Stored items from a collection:
- - - - -
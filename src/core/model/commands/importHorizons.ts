// Adds horizons given in section units (from CSV, GeoJSON or SVG) to the document, which stores
// image pixels: each vertex goes through the inverse of the calibration. Without a usable
// calibration the document gets a true-scale stand-in canvas first (as for a section file).
import { nameWithSuffix } from '../limits';
import { fitCalibration } from '../../calibration/fitCalibration';
import { sectionToImage } from '../../calibration/mapPoints';
import { canvasCalibration } from '../migrations/canvasCalibration';
import { paletteColour } from '../horizonPalette';
import { freshHorizonIds } from './addHorizon';
import type { DocHorizon, ProjectDoc } from '../projectDoc';
import type { LengthUnit, XZ } from '../section';

export interface ImportedHorizon { name: string; line: XZ[] }

/** Exact by definition of the international foot (1959). */
const METRES_PER_FOOT = 0.3048;

function convert(v: number, from: LengthUnit, to: LengthUnit): number {
  if (from === to) return v;
  return from === 'ft' ? v * METRES_PER_FOOT : v / METRES_PER_FOOT;
}

function uniqueName(name: string, taken: Set<string>): string {
  let candidate = name;
  for (let k = 2; taken.has(candidate); k++) candidate = nameWithSuffix(name, ` (${k})`);
  taken.add(candidate);
  return candidate;
}

/** Returns the document with the horizons added (converted from `units` to the document's, renamed on clashes); lines with < 2 points are dropped; an empty list returns the same document. */
export function importHorizons(doc: ProjectDoc, horizons: ImportedHorizon[], units: LengthUnit): ProjectDoc {
  const usable = horizons.filter((h) => h.line.length >= 2);
  if (usable.length === 0) return doc;
  // A fresh document takes the file's units; otherwise coordinates are converted to the document's.
  const fresh = doc.horizons.length === 0 && doc.calibration === null;
  const docUnits: LengthUnit = fresh ? units : doc.units;
  const lines = usable.map((h) => h.line.map(([x, z]): XZ => [convert(x, units, docUnits), convert(z, units, docUnits)]));
  let calibration = doc.calibration;
  let fit = calibration ? fitCalibration(calibration) : null;
  if (!fit || !fit.ok) {
    calibration = canvasCalibration(lines.flat());
    fit = fitCalibration(calibration);
    if (!fit.ok) return doc;
  }
  const f = fit.fit;
  const names = new Set(doc.horizons.map((h) => h.name));
  const ids = freshHorizonIds(doc, usable.length);
  const added: DocHorizon[] = usable.map((h, i) => ({
    id: ids[i],
    name: uniqueName(h.name, names),
    colour: paletteColour(doc.horizons.length + i),
    visible: true,
    locked: false,
    pointsPx: lines[i].map((q) => sectionToImage(f, q)),
    projected: [],
    joins: [],
  }));
  return { ...doc, units: docUnits, calibration, horizons: [...doc.horizons, ...added] };
}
- - - - -
* **THE PROBLEM**:
Restate the whole of the data exactly.

* **RESULT OF THIS EXERCISE**:
filename src/core/model/commands/importHorizons.ts
// Adds horizons given in section units (from CSV, GeoJSON or SVG) to the document, which stores
// image pixels: each vertex goes through the inverse of the calibration. Without a usable
// calibration the document gets a true-scale stand-in canvas first (as for a section file).
import { nameWithSuffix } from '../limits';
import { fitCalibration } from '../../calibration/fitCalibration';
import { sectionToImage } from '../../calibration/mapPoints';
import { canvasCalibration } from '../migrations/canvasCalibration';
import { paletteColour } from '../horizonPalette';
import { freshHorizonIds } from './addHorizon';
import type { DocHorizon, ProjectDoc } from '../projectDoc';
import type { LengthUnit, XZ } from '../section';

export interface ImportedHorizon { name: string; line: XZ[] }

/** Exact by definition of the international foot (1959). */
const METRES_PER_FOOT = 0.3048;

function convert(v: number, from: LengthUnit, to: LengthUnit): number {
  if (from === to) return v;
  return from === 'ft' ? v * METRES_PER_FOOT : v / METRES_PER_FOOT;
}

function uniqueName(name: string, taken: Set<string>): string {
  let candidate = name;
  for (let k = 2; taken.has(candidate); k++) candidate = nameWithSuffix(name, ` (${k})`);
  taken.add(candidate);
  return candidate;
}

/** Returns the document with the horizons added (converted from `units` to the document's, renamed on clashes); lines with < 2 points are dropped; an empty list returns the same document. */
export function importHorizons(doc: ProjectDoc, horizons: ImportedHorizon[], units: LengthUnit): ProjectDoc {
  const usable = horizons.filter((h) => h.line.length >= 2);
  if (usable.length === 0) return doc;
  // A fresh document takes the file's units; otherwise coordinates are converted to the document's.
  const fresh = doc.horizons.length === 0 && doc.calibration === null;
  const docUnits: LengthUnit = fresh ? units : doc.units;
  const lines = usable.map((h) => h.line.map(([x, z]): XZ => [convert(x, units, docUnits), convert(z, units, docUnits)]));
  let calibration = doc.calibration;
  let fit = calibration ? fitCalibration(calibration) : null;
  if (!fit || !fit.ok) {
    calibration = canvasCalibration(lines.flat());
    fit = fitCalibration(calibration);
    if (!fit.ok) return doc;
  }
  const f = fit.fit;
  const names = new Set(doc.horizons.map((h) => h.name));
  const ids = freshHorizonIds(doc, usable.length);
  const added: DocHorizon[] = usable.map((h, i) => ({
    id: ids[i],
    name: uniqueName(h.name, names),
    colour: paletteColour(doc.horizons.length + i),
    visible: true,
    locked: false,
    pointsPx: lines[i].map((q) => sectionToImage(f, q)),
    projected: [],
    joins: [],
  }));
  return { ...doc, units: docUnits, calibration, horizons: [...doc.horizons, ...added] };
}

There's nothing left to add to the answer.